What you will do: Using the records below, quote only the span that opens with the line containing "problems = make([]FieldError, len(decoded))" and closes with the line containing "n := yamlScalarAt(written, problems[i].Path)", exactly and inclusively.

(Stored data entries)
=== Section Start ===

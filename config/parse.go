package config

import (
	"bytes"
	"cmp"
	_ "embed"
	"encoding/binary"
	"encoding/json"
	"errors"
	"fmt"
	"io"
	"io/fs"
	"math"
	"os"
	"path/filepath"
	"reflect"
	"regexp"
	"slices"
	"strconv"
	"strings"
	"sync"
	"time"
	"unicode"
	"unicode/utf16"
	"unicode/utf8"

	"github.com/go-viper/mapstructure/v2"
	"github.com/pelletier/go-toml/v2"
	"github.com/spf13/viper"
	"go.yaml.in/yaml/v3"
)

// Defaults applied after parsing when a key is absent.
const (
	DefaultListen       = ":8080"
	DefaultOutDir       = "public"
	DefaultRefresh      = "15 3 * * *" // nightly at 03:15
	DefaultMaxFeedBytes = 1000000      // some web calendars drop subscriptions over about 1 MB
	DefaultDaysBack     = 30
	DefaultDaysAhead    = 365
	// MaxWindowDays bounds days_back + days_ahead: ten years.
	MaxWindowDays = 3653
	// maxFileBytes bounds what Parse reads; a configuration is a few kB.
	maxFileBytes = 8 << 20
)

// ErrUnreadable is wrapped by errors for input that is not a YAML, TOML or
// JSON document at all (syntax errors, wrong top-level shape, too large).
var ErrUnreadable = errors.New("cannot read the file")

// errNoSuchFile words a missing configuration file once; it is
// fs.ErrNotExist.
var errNoSuchFile = noSuchFile{}

type noSuchFile struct{}

func (noSuchFile) Error() string        { return "no such file" }
func (noSuchFile) Is(target error) bool { return target == fs.ErrNotExist }

// LookupEnv looks up one environment variable; os.LookupEnv fits. A nil
// LookupEnv means no environment.
type LookupEnv func(key string) (string, bool)

// envVars maps each environment override to the key it replaces. Only
// deployment settings can be overridden.
var envVars = []struct{ name, path string }{
	{"HELIOCAL_LISTEN", "service.listen"},
	{"HELIOCAL_OUT_DIR", "service.out_dir"},
	{"HELIOCAL_BASE_URL", "service.base_url"},
	{"HELIOCAL_REFRESH", "service.refresh"},
	{"HELIOCAL_REFRESH_ZONE", "service.refresh_zone"},
	{"HELIOCAL_MAX_FEED_BYTES", "service.max_feed_bytes"},
}

// EnvNames lists the environment variables heliocal reads, in the order
// documented: HELIOCAL_LISTEN, HELIOCAL_OUT_DIR, HELIOCAL_BASE_URL,
// HELIOCAL_REFRESH, HELIOCAL_REFRESH_ZONE, HELIOCAL_MAX_FEED_BYTES.
var EnvNames = func() []string {
	out := make([]string, len(envVars))
	for i, e := range envVars {
		out[i] = e.name
	}
	return out
}()

// Parse reads a configuration in the given format ("yaml", "yml", "toml" or
// "json"), applies the defaults and validates it. The environment is not
// consulted (see ParseEnv). Every problem is reported at once in a
// *ValidationError; input that is no document at all gives an error wrapping
// ErrUnreadable.
func Parse(r io.Reader, format string) (*Config, error) {
	return ParseEnv(r, format, nil)
}

// ParseEnv is Parse with environment overrides of the deployment settings
// (see EnvNames) looked up through env.
func ParseEnv(r io.Reader, format string, env LookupEnv) (*Config, error) {
	return parseFrom(r, format, env, "")
}

// parseFrom is ParseEnv for a file in the directory dir (see parse).
func parseFrom(r io.Reader, format string, env LookupEnv, dir string) (*Config, error) {
	f := strings.ToLower(strings.TrimPrefix(format, "."))
	switch f {
	case "yml":
		f = "yaml"
	case "yaml", "toml", "json":
	default:
		return nil, fmt.Errorf("config: unsupported format %q (use yaml, toml or json)", format)
	}
	data, err := io.ReadAll(io.LimitReader(r, maxFileBytes+1))
	if err != nil {
		return nil, fmt.Errorf("%w: %w", ErrUnreadable, err)
	}
	if len(data) > maxFileBytes {
		return nil, fmt.Errorf("%w: larger than %d MiB (%d bytes), where a configuration takes a few kB: is it the configuration?", ErrUnreadable, maxFileBytes>>20, maxFileBytes)
	}
	return parse(data, f, env, dir)
}

// parse reads a configuration; dir is the directory of the file it came
// from, where a relative skyline file name is read from ("" for the
// working directory: standard input, the demo).
func parse(data []byte, format string, env LookupEnv, dir string) (c *Config, err error) {
	// UTF-16 with its byte order mark, as Windows editors save "Unicode"
	// text: read as the same text in UTF-8 (the YAML decoder reads it,
	// the TOML and JSON decoders see a character out of place)
	data = fromUTF16(data)
	if line, b, ok := notUTF8(data); ok {
		return nil, unreadable(format, fmt.Sprintf("line %d: the byte 0x%02X is not UTF-8 text, which a configuration is written in (save the file as UTF-8)", line, b))
	}
	if format != "yaml" {
		// A byte order mark, which some Windows editors write at the
		// start of a UTF-8 file: the YAML decoder skips it, the TOML and
		// JSON decoders take it for a character out of place ("ï").
		data = bytes.TrimPrefix(data, []byte("\ufeff"))
	}
	if format == "json" && len(bytes.TrimSpace(data)) == 0 {
		// an empty file configures nothing, as an empty YAML or TOML
		// file does ("sites: no sites"), rather than "unexpected end
		// of JSON input"
		data = []byte("{}")
	}
	if format == "yaml" {
		if data, err = yamlVersion(data); err != nil {
			return nil, err
		}
		if line, end := secondDocument(data); end > 0 {
			return nil, unreadable("yaml", fmt.Sprintf("line %d: a second document begins here, after the end marker ... of line %d, and heliocal reads one (write every site and feed under one sites: and one feeds:, without ...)", line, end))
		} else if line > 0 {
			return nil, unreadable("yaml", fmt.Sprintf("line %d: a second document begins here with ---, and heliocal reads one (write every site and feed under one sites: and one feeds:)", line))
		}
	}
	// Duplicate keys are problems of their own; the first of each is kept
	// so that every other problem of the document is listed with them.
	dups, doc, places := duplicateKeys(data, format)
	decoded, decodedAs := data, format
	if len(dups) > 0 {
		decoded, decodedAs = withoutDuplicates(data, format)
		doc = nil // the text without them is decoded
	}
	v := viper.New()
	v.SetConfigType(decodedAs)
	if err := readConfig(v, decoded, doc); err != nil {
		if format == "toml" {
			if quoted, ok := quoteTOMLValues(data, decoded); ok {
				return parse(quoted, format, env, dir)
			}
		}
		if len(dups) > 0 {
			return nil, newValidationError(dups)
		}
		return nil, unreadable(format, syntaxMessage(err, data)+formatHint(data, format))
	}
	explicit := explicitWindows(v.Get("feeds"))
	located := explicitCoordinates(v.Get("sites"))

	c = new(Config)
	var problems []FieldError
	if err := v.UnmarshalExact(c, viper.DecodeHook(decodeHook()), func(dc *mapstructure.DecoderConfig) {
		dc.WeaklyTypedInput = false
	}); err != nil {
		// the values as written, read again for the problems: a document
		// kept from the start through the decoding held 1.5 times the
		// memory of a 3,000-site configuration's check
		var written *yaml.Node
		if format == "yaml" {
			written = yamlDocument(data)
		}
		decoded := decodeProblems(err, written)
		settings := v.AllSettings() // built afresh by each call: once for all problems
		problems = make([]FieldError, len(decoded))
		for i, d := range decoded {
			problems[i] = d.FieldError
			if problems[i].Msg == msgUnknownKey {
				if h := kindParamHint(settings, problems[i].Path, format); h != "" {
					problems[i].Hint = h // target: 16h beside kind: lighting
				} else if format == "toml" {
					problems[i].Hint = tomlTableHint(settings, problems[i].Path, problems[i].Value, problems[i].Hint)
				}
			}
			if format == "toml" && d.given == valueNumber {
				if w := tomlNumberAt(data, places, problems[i].Path); w != "" {
					problems[i].Value = w // start = 17.30 as written, not 17.3
				}
			}
			n := yamlScalarAt(written, problems[i].Path)
			if n != nil && d.given == valueNumber &&
				(n.Tag == "!!int" || n.Tag == "!!float") && n.Style == 0 && n.Value != problems[i].Value {
				problems[i].Value = n.Value // 1e3 as written, not the 1000 it is
			}
			if problems[i].Value == "" { // a mapping or a list given as one value: name it
				problems[i].Value = rawAt(settings, problems[i].Path)
				if d.list && d.given == valueMapping && problems[i].Hint == "" {
					problems[i].Hint = listHint(format, problems[i].Path)
				}
				if key, value, ok := yamlEquals(problems[i].Value); ok && format == "yaml" && problems[i].Hint == "" &&
					d.given == valueText && !strings.Contains(value, "=") {
					// "service:" and "listen = ':8080'" on the line below it: one text
					problems[i].Hint = fmt.Sprintf("YAML writes a key with a colon, not =: %s: %s", key, value)
				}
			}
		}
	}

	if format == "yaml" {
		problems = append(problems, commentValues(data, places)...)
	}
	for i := range c.Sites {
		problems = append(problems, c.Sites[i].resolveHorizon(fmt.Sprintf("sites[%d].horizon", i), dir, format)...)
	}
	fromEnv, envProblems := applyEnv(c, env)
	problems = append(problems, envProblems...)
	applyDefaults(c, explicit)
	for i := range c.Sites {
		for j, key := range [2]string{"latitude", "longitude"} {
			if i < len(located) && !located[i][j] {
				problems = append(problems, FieldError{Path: fmt.Sprintf("sites[%d].%s", i, key), Msg: msgRequired,
					Hint: coordinateText[key]})
			}
		}
	}
	for i := range problems {
		if problems[i].Msg != msgUnknownZone {
			continue
		}
		site, key, _ := strings.Cut(problems[i].Path, ".")
		list, n := splitSegment(site)
		if list != "sites" || key != "timezone" || n < 0 || n >= len(c.Sites) || n >= len(located) || !located[n][0] || !located[n][1] {
			continue
		}
		problems[i].Hint = zoneHintAt(problems[i].Value, c.Sites[n].Latitude, c.Sites[n].Longitude, "site", "timezone")
	}
	// The zones of sites without one are looked up only for a file
	// without other problems; until then a missing zone is no problem.
	inferred := len(problems) == 0
	if inferred {
		problems = append(problems, inferZones(c)...)
	}

	unreadSites := slices.ContainsFunc(problems, func(p FieldError) bool { return p.Path == "sites" })
	var verr *ValidationError
	if err := c.Validate(); errors.As(err, &verr) {
		for _, p := range verr.Problems {
			if !inferred && p.Msg == msgZoneNotSet {
				continue
			}
			if covered(p.Path, problems) {
				continue
			}
			if p.Msg == msgNoSuchSite && unreadSites {
				continue // the sites could not be read: their ids are unknown, not missing
			}
			if p.Msg == msgNeedsStart && covered(p.Path[:strings.LastIndexByte(p.Path, '.')]+".start", problems) {
				continue // the start is written, as a value that could not be read
			}
			problems = append(problems, p)
		}
	}
	if len(dups) > 0 {
		var rest []FieldError
		for _, p := range problems {
			if !covered(p.Path, dups) {
				rest = append(rest, p)
			}
		}
		problems = append(dups, rest...)
	}
	for i := range problems {
		if name, ok := fromEnv[problems[i].Path]; ok { // one bracket: "(set by HELIOCAL_LISTEN; e.g. …)"
			if problems[i].Hint == "" {
				problems[i].Hint = "set by " + name
			} else {
				problems[i].Hint = "set by " + name + "; " + problems[i].Hint
			}
		}
	}
	lines := fieldLines{places: places}
	for i := len(dups); i < len(problems); i++ { // the duplicates come first, and name their lines
		if _, env := fromEnv[problems[i].Path]; !env {
			problems[i].Line = lines.of(problems[i].Path)
		}
	}
	if format == "yaml" {
		problems = kindsWithColon(problems)
	}
	problems = slices.DeleteFunc(problems, func(p FieldError) bool { return writtenAs(p, problems) })
	for i := range problems {
		if open, inner, end, ok := typographicQuoted(problems[i].Value); ok {
			// a phone or a word processor's quotes: part of the text
			problems[i].Hint = fmt.Sprintf("the quotes %s %s are typographic, part of the text: write %q, in straight quotes", open, end, inner)
			if format == "yaml" {
				problems[i].Hint += ", or without quotes"
			}
		}
	}
	if len(problems) > 0 {
		ve := newValidationError(problems)
		// named file:line: as a compiler names them, they come in the
		// file's order; those of no line (set by the environment, a
		// duplicate naming its own lines) before them
		slices.SortStableFunc(ve.Problems, func(a, b FieldError) int { return cmp.Compare(a.Line, b.Line) })
		return nil, ve
	}
	return c, nil
}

=== Section End ===

Answer box:
		problems = make([]FieldError, len(decoded))
		for i, d := range decoded {
			problems[i] = d.FieldError
			if problems[i].Msg == msgUnknownKey {
				if h := kindParamHint(settings, problems[i].Path, format); h != "" {
					problems[i].Hint = h // target: 16h beside kind: lighting
				} else if format == "toml" {
					problems[i].Hint = tomlTableHint(settings, problems[i].Path, problems[i].Value, problems[i].Hint)
				}
			}
			if format == "toml" && d.given == valueNumber {
				if w := tomlNumberAt(data, places, problems[i].Path); w != "" {
					problems[i].Value = w // start = 17.30 as written, not 17.3
				}
			}
			n := yamlScalarAt(written, problems[i].Path)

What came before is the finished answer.